Problem statement ▸ Print the first line of the records below and every line after it, up to and including the line with "export const uploadStateSchema". Print nothing else.
Dataset records Start Marker
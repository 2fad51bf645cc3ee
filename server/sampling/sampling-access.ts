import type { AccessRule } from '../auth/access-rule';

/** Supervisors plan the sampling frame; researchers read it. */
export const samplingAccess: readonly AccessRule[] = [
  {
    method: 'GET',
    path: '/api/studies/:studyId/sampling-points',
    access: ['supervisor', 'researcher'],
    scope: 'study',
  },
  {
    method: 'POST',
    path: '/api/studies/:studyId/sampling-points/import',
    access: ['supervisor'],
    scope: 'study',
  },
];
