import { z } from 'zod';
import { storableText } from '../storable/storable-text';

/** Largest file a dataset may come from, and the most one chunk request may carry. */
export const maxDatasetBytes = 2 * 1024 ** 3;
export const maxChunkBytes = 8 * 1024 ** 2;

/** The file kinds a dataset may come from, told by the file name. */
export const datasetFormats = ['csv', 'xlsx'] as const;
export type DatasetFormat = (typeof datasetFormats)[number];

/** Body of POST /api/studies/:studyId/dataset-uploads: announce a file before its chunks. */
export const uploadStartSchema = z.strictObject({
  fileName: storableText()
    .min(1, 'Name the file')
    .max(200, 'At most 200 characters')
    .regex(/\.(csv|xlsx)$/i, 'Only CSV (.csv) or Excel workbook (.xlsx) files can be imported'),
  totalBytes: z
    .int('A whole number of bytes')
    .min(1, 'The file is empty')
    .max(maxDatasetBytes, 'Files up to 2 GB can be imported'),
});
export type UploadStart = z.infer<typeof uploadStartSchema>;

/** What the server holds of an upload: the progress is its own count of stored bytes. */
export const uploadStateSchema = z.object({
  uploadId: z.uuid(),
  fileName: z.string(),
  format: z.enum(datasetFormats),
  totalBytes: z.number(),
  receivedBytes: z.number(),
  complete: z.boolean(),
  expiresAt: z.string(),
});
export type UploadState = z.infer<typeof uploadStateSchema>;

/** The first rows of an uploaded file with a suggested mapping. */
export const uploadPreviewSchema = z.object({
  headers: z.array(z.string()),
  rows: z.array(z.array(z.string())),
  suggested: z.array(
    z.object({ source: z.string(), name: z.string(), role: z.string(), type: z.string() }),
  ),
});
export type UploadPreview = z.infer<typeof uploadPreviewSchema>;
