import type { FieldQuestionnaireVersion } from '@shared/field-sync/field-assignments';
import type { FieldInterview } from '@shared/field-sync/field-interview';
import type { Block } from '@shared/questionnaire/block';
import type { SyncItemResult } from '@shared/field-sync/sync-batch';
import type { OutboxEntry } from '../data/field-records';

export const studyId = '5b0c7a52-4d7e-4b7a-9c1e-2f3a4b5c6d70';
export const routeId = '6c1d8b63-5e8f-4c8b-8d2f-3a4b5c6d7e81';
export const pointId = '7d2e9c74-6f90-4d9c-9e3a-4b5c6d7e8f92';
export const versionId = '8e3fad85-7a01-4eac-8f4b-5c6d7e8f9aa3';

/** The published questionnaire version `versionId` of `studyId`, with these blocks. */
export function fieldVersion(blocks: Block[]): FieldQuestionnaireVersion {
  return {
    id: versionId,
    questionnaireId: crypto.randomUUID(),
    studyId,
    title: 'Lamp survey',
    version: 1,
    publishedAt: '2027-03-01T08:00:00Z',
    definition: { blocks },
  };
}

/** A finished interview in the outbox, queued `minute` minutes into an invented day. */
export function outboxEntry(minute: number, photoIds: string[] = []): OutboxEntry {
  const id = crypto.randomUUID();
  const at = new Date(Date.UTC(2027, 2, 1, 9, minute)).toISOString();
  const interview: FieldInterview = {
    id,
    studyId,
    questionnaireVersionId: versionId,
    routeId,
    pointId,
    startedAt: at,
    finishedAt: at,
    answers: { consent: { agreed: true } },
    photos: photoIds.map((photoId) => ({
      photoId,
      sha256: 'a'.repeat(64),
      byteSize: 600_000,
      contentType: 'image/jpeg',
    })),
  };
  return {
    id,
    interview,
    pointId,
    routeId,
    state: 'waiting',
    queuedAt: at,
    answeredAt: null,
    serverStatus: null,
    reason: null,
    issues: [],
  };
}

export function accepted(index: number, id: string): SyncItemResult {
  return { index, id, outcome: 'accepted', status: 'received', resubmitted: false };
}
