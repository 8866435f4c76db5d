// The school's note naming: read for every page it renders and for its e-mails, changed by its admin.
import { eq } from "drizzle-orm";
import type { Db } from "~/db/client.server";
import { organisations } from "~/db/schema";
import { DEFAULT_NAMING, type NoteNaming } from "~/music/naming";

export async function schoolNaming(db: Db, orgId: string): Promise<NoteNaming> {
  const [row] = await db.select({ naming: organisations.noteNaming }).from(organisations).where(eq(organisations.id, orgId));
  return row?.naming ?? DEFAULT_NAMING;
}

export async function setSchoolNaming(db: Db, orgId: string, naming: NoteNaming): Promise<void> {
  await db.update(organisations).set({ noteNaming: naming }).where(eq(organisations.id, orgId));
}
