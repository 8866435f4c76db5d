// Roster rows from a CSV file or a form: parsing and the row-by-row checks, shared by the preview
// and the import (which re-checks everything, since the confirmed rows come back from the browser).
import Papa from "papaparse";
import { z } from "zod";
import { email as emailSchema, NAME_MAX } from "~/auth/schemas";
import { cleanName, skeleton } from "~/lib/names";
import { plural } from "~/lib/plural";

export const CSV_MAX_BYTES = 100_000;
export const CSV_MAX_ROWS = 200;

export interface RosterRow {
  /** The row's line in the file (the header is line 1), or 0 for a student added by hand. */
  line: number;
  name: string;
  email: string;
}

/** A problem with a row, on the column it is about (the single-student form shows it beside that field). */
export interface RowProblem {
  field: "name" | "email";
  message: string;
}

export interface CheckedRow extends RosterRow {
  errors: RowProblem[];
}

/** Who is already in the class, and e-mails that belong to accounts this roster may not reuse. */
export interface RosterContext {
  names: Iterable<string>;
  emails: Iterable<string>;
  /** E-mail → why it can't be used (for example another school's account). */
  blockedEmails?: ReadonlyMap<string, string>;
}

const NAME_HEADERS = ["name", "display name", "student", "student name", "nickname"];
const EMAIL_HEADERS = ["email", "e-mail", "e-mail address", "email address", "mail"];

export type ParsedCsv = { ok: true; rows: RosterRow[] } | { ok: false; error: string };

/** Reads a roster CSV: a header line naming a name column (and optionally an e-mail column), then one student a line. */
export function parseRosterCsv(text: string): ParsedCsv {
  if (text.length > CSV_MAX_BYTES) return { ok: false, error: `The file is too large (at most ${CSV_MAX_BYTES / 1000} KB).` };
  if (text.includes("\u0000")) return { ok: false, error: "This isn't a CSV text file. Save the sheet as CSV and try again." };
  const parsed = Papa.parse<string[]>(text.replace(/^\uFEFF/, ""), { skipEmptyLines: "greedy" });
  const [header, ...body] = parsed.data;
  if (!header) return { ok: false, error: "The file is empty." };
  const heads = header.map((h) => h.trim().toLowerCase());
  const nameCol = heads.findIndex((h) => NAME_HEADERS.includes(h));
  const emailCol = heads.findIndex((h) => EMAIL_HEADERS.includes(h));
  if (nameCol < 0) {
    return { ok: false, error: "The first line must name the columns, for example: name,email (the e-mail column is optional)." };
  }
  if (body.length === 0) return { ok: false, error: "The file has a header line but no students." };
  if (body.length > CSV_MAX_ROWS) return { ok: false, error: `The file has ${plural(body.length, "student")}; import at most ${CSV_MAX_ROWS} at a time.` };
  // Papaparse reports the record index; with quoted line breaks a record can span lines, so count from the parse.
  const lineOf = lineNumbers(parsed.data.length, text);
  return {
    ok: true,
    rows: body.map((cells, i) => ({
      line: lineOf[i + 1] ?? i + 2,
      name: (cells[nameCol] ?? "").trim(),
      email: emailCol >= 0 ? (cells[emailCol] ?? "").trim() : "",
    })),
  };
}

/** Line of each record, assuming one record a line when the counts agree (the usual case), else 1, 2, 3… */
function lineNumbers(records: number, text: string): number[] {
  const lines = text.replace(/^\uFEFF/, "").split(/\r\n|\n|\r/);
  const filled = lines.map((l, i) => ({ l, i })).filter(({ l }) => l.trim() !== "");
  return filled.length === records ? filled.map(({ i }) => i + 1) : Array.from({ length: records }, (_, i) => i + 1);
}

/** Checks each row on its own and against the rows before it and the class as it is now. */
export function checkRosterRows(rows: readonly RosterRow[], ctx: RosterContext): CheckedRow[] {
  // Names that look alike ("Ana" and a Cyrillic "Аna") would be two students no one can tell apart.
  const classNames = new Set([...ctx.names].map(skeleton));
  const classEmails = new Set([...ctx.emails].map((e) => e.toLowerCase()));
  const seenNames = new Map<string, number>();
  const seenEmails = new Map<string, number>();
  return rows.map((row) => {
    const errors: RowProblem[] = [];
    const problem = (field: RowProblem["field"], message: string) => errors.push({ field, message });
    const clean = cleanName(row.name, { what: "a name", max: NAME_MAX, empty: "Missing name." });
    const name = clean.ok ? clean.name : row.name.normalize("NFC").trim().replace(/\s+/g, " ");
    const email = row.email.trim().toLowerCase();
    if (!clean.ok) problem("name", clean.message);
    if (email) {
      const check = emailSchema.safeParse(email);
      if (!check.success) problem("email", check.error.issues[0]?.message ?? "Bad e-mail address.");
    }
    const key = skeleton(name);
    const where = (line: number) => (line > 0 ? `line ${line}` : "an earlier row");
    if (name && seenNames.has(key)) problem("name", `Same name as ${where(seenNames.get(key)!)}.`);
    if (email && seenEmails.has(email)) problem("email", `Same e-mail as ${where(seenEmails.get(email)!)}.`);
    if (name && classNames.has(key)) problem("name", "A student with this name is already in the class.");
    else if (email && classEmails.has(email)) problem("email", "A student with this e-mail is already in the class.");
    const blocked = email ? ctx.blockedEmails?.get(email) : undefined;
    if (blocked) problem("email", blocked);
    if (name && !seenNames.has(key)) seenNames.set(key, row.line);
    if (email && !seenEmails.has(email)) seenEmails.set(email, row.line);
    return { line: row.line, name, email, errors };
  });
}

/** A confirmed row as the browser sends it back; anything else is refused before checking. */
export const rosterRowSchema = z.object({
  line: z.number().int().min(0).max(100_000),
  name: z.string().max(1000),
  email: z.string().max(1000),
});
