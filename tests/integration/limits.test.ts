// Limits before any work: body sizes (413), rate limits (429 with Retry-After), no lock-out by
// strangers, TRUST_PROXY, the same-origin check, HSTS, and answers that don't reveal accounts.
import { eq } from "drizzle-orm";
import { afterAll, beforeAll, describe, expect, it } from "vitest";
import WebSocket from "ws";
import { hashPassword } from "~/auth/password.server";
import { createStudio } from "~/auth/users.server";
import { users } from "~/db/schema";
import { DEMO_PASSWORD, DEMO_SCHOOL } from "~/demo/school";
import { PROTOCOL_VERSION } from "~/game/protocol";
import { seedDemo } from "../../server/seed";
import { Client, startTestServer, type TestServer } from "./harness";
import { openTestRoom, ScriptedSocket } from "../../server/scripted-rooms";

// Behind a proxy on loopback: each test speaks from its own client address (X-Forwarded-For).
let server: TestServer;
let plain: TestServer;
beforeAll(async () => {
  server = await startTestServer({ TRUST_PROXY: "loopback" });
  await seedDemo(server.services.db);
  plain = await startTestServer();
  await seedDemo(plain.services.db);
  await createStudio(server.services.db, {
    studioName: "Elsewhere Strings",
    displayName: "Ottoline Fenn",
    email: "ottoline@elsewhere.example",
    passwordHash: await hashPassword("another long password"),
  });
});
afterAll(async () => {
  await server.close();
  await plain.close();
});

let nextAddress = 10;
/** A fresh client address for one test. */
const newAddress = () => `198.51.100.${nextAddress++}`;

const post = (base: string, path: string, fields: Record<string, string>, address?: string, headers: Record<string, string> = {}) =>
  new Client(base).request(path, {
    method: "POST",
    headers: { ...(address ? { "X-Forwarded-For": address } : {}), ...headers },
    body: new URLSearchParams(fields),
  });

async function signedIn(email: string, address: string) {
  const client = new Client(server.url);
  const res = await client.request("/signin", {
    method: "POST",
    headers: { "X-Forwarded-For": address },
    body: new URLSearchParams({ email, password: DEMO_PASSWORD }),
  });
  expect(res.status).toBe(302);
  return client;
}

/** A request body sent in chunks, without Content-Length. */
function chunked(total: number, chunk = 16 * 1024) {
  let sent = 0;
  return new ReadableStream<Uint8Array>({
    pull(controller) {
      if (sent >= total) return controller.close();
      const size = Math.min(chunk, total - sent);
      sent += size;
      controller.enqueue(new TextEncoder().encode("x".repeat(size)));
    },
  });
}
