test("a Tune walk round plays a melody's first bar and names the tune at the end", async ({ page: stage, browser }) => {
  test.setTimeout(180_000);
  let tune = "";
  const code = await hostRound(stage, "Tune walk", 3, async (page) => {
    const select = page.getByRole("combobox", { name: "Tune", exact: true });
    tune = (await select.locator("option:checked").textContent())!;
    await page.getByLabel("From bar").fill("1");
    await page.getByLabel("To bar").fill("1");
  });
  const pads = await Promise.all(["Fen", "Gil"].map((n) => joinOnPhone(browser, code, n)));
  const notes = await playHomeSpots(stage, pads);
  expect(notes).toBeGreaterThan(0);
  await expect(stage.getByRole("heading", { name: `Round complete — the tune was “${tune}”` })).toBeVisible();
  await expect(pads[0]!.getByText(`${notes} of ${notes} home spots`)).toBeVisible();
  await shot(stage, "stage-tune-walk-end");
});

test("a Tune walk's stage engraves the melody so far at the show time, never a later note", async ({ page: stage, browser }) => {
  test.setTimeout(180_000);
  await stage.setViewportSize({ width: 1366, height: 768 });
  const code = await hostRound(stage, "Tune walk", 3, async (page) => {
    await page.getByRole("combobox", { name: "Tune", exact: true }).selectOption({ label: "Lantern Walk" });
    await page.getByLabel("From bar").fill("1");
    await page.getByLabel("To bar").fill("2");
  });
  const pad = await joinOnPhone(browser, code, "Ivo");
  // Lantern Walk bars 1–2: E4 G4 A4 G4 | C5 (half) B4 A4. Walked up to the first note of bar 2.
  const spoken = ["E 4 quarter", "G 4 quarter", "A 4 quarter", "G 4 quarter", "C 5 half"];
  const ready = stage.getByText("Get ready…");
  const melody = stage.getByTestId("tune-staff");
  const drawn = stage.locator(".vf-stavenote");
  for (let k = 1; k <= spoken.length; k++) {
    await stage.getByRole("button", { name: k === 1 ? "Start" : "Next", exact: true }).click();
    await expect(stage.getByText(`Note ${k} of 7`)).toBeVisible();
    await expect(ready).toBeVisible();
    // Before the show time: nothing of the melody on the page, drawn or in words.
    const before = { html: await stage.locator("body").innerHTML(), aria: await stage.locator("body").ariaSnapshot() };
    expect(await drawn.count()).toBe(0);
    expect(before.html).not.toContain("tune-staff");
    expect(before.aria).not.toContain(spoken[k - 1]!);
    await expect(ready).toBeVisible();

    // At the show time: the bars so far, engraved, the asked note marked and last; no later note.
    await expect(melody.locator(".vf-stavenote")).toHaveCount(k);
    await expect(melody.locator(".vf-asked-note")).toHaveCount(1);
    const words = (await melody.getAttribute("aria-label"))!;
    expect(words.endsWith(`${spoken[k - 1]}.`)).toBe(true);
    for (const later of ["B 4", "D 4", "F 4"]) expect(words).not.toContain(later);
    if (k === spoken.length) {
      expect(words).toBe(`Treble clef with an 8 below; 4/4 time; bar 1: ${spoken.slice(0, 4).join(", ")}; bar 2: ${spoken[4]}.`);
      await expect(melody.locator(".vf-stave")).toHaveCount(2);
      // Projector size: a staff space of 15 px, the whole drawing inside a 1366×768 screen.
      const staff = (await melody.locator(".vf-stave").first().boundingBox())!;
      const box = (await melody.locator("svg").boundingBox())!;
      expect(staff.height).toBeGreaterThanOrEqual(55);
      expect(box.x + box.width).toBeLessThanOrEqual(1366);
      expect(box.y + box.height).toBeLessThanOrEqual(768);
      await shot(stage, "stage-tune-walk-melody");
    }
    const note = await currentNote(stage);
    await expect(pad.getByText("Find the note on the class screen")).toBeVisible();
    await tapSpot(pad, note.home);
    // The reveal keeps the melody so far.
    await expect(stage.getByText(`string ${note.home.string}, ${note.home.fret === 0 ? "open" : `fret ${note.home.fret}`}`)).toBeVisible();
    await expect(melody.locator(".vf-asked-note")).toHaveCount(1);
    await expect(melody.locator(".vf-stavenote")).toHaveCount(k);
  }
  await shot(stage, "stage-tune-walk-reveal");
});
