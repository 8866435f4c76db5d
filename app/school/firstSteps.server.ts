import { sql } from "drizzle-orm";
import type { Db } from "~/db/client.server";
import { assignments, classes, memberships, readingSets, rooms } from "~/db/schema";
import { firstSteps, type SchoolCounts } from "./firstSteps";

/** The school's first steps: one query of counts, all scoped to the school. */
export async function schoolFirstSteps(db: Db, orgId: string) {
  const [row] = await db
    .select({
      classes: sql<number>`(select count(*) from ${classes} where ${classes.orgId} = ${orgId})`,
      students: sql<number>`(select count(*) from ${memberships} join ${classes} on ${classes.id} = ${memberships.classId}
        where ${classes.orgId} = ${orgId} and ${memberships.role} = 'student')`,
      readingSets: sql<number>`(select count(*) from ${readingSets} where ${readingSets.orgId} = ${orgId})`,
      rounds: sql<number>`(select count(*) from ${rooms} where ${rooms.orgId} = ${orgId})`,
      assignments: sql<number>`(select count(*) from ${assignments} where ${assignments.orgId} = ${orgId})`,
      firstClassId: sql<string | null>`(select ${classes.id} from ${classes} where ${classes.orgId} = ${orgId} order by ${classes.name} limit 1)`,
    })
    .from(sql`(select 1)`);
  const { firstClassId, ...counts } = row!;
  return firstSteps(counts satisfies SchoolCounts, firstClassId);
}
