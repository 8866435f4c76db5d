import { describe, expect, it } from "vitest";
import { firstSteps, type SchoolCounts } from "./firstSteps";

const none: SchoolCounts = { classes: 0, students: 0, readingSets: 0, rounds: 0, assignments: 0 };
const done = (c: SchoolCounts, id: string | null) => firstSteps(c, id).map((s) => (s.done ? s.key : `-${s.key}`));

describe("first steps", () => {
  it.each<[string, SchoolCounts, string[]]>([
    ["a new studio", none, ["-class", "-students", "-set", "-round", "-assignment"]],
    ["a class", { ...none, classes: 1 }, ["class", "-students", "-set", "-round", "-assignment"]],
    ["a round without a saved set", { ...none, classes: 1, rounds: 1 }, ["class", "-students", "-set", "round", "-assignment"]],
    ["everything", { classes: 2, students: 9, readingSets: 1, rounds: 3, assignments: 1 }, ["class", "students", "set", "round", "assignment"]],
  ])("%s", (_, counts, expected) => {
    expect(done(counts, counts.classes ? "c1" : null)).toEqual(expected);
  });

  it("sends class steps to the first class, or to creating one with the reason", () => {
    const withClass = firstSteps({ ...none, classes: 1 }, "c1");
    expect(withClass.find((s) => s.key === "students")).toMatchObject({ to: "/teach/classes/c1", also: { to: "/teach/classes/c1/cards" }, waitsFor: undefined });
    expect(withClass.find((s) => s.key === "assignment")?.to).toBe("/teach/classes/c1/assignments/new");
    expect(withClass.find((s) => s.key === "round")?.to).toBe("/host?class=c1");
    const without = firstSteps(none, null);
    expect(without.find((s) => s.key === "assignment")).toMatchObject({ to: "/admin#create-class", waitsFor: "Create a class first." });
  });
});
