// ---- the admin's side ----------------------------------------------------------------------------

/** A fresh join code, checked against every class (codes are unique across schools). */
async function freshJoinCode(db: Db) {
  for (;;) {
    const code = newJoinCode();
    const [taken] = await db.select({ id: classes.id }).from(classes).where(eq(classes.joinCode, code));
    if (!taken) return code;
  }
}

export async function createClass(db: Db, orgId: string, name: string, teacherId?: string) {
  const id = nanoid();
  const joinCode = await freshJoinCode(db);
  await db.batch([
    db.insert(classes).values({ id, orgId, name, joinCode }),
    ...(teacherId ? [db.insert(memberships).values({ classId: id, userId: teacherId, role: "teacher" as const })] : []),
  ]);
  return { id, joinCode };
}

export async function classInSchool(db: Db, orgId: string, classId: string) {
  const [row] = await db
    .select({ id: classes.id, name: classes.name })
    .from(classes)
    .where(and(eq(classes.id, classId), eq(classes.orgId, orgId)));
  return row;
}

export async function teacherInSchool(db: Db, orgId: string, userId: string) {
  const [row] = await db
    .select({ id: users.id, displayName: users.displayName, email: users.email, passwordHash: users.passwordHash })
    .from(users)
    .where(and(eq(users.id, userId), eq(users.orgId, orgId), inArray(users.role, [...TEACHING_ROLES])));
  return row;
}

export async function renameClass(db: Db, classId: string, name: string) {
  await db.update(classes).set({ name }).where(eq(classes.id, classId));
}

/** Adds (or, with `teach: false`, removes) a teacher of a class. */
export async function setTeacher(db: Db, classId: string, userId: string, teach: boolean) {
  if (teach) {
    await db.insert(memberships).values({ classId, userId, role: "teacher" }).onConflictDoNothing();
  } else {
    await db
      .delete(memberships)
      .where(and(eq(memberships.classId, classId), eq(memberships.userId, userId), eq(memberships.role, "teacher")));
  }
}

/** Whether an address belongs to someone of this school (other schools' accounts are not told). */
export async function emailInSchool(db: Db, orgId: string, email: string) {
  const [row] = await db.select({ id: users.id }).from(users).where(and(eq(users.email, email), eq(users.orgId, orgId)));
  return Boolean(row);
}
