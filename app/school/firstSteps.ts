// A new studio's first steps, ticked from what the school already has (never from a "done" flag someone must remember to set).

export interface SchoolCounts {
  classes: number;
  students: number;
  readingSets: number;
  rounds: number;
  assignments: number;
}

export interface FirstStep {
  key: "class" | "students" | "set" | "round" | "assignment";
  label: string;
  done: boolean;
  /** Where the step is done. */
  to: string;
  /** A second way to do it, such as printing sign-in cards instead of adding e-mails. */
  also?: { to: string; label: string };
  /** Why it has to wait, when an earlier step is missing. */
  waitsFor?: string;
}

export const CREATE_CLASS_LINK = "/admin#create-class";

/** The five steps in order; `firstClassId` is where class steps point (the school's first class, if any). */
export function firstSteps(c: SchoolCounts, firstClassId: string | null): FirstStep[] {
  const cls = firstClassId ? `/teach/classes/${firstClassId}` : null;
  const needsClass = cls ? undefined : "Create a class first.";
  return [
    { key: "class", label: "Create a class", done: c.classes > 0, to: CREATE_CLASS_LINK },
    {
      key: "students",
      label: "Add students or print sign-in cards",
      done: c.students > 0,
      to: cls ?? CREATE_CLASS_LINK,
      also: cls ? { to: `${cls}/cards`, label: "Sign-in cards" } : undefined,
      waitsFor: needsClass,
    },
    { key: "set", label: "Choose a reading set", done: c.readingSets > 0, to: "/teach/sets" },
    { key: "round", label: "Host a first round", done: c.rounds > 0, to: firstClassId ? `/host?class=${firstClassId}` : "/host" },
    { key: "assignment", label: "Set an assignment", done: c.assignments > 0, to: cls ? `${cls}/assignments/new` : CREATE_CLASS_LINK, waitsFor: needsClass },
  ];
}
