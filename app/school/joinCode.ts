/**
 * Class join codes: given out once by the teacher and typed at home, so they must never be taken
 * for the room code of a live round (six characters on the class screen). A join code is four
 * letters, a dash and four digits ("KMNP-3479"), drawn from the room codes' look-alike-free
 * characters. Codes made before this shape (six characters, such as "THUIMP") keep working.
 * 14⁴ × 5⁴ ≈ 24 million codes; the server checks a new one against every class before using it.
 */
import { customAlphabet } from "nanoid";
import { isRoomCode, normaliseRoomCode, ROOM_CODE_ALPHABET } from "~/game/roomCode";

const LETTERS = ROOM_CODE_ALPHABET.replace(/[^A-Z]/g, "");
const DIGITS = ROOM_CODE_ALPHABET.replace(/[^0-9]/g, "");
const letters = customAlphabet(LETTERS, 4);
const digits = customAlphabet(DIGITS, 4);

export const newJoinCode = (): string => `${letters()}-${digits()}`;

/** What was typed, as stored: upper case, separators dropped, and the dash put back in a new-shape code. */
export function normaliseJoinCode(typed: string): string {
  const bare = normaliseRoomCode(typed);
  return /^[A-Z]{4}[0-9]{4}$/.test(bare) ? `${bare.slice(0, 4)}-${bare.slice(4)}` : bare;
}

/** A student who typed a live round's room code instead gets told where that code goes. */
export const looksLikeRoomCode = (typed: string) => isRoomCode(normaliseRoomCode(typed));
Dataset records End Marker
Answer below ▸
repository 2fad51bf645cc3ee
filename server/sampling/sampling-access.ts
import type { AccessRule } from '../auth/access-rule';

/** Supervisors plan the sampling frame; researchers read it. */
export const samplingAccess: readonly AccessRule[] = [
  {
    method: 'GET',
    path: '/api/studies/:studyId/sampling-points',
    access: ['supervisor', 'researcher'],
    scope: 'study',
  },
  {
    method: 'POST',
    path: '/api/studies/:studyId/sampling-points/import',
    access: ['supervisor'],
    scope: 'study',
  },
];
import { z } from 'zod';
import { storableText } from '../storable/storable-text';

/** Largest file a dataset may come from, and the most one chunk request may carry. */
export const maxDatasetBytes = 2 * 1024 ** 3;
export const maxChunkBytes = 8 * 1024 ** 2;

/** The file kinds a dataset may come from, told by the file name. */
export const datasetFormats = ['csv', 'xlsx'] as const;
export type DatasetFormat = (typeof datasetFormats)[number];

/** Body of POST /api/studies/:studyId/dataset-uploads: announce a file before its chunks. */
export const uploadStartSchema = z.strictObject({
  fileName: storableText()
    .min(1, 'Name the file')
    .max(200, 'At most 200 characters')
    .regex(/\.(csv|xlsx)$/i, 'Only CSV (.csv) or Excel workbook (.xlsx) files can be imported'),
  totalBytes: z
    .int('A whole number of bytes')
    .min(1, 'The file is empty')
    .max(maxDatasetBytes, 'Files up to 2 GB can be imported'),
});
export type UploadStart = z.infer<typeof uploadStartSchema>;

/** What the server holds of an upload: the progress is its own count of stored bytes. */
export const uploadStateSchema = z.object({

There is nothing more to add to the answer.